### WORK REQUEST
Copy, from the material below, each line that contains the word "found".

### GIVEN RECORDS
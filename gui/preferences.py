"""What the program remembers between starts: recent files, theme, window geometry."""

from __future__ import annotations

from pathlib import Path

from PySide6.QtCore import QByteArray, QSettings, QStandardPaths

ORGANISATION = "Thalweg"
MOST_RECENT = 9


class Preferences:
    """Reads and writes the user's settings."""

    def __init__(self, settings: QSettings | None = None) -> None:
        self._own = settings is not None
        self._settings = settings or QSettings(
            QSettings.Format.IniFormat, QSettings.Scope.UserScope, ORGANISATION, "thalweg"
        )

    def recent(self) -> list[Path]:
        """Files opened or saved lately that still exist, the newest first."""
        found = self._settings.value("recent", [])
        texts = [found] if isinstance(found, str) else list(found or [])
        return [Path(t) for t in texts if t and Path(t).exists()]

    def remember(self, path: Path) -> None:
        """Put a file first in the list."""
        path = path.resolve()
        files = [path, *(p for p in self.recent() if p != path)][:MOST_RECENT]
        self._settings.setValue("recent", [str(p) for p in files])

    def clear_recent(self) -> None:
        """Forget the files."""
        self._settings.setValue("recent", [])

    @property
    def data_folder(self) -> Path:
        """Where the program keeps files of its own."""
        if self._own:
            return Path(self._settings.fileName()).parent / "kept"
        places = QStandardPaths.StandardLocation
        return Path(QStandardPaths.writableLocation(places.AppLocalDataLocation))

    def recoveries(self) -> list[Path]:
        """Files that hold unsaved changes, beside their projects."""
        found = self._settings.value("recoveries", [])
        texts = [found] if isinstance(found, str) else list(found or [])
        return [Path(t) for t in texts if t]

    def remember_recovery(self, file: Path) -> None:
        """There may be something to recover in `file`."""
        known = self.recoveries()
        if file not in known:
            self._settings.setValue("recoveries", [str(p) for p in (*known, file)])
            self._settings.sync()

    def forget_recovery(self, file: Path) -> None:
        """There is nothing to recover in `file` any more."""
        known = self.recoveries()
        if file in known:
            self._settings.setValue("recoveries", [str(p) for p in known if p != file])

    @property
    def theme(self) -> str:
        """'system', 'light' or 'dark'."""
        value = str(self._settings.value("theme", "system"))
        return value if value in ("system", "light", "dark") else "system"

    @theme.setter
    def theme(self, value: str) -> None:
        self._settings.setValue("theme", value)

    @property
    def folder(self) -> str:
        """Where the last file was."""
        recent = self.recent()
        return str(recent[0].parent) if recent else ""

    @property
    def geometry(self) -> QByteArray | None:
        """The window's place and size, if it was kept."""
        value = self._settings.value("geometry")
        return value if isinstance(value, QByteArray) else None

    @geometry.setter
    def geometry(self, value: QByteArray) -> None:
        self._settings.setValue("geometry", value)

### RESPONSE
        found = self._settings.value("recent", [])
        texts = [found] if isinstance(found, str) else list(found or [])
        found = self._settings.value("recoveries", [])
        texts = [found] if isinstance(found, str) else list(found or [])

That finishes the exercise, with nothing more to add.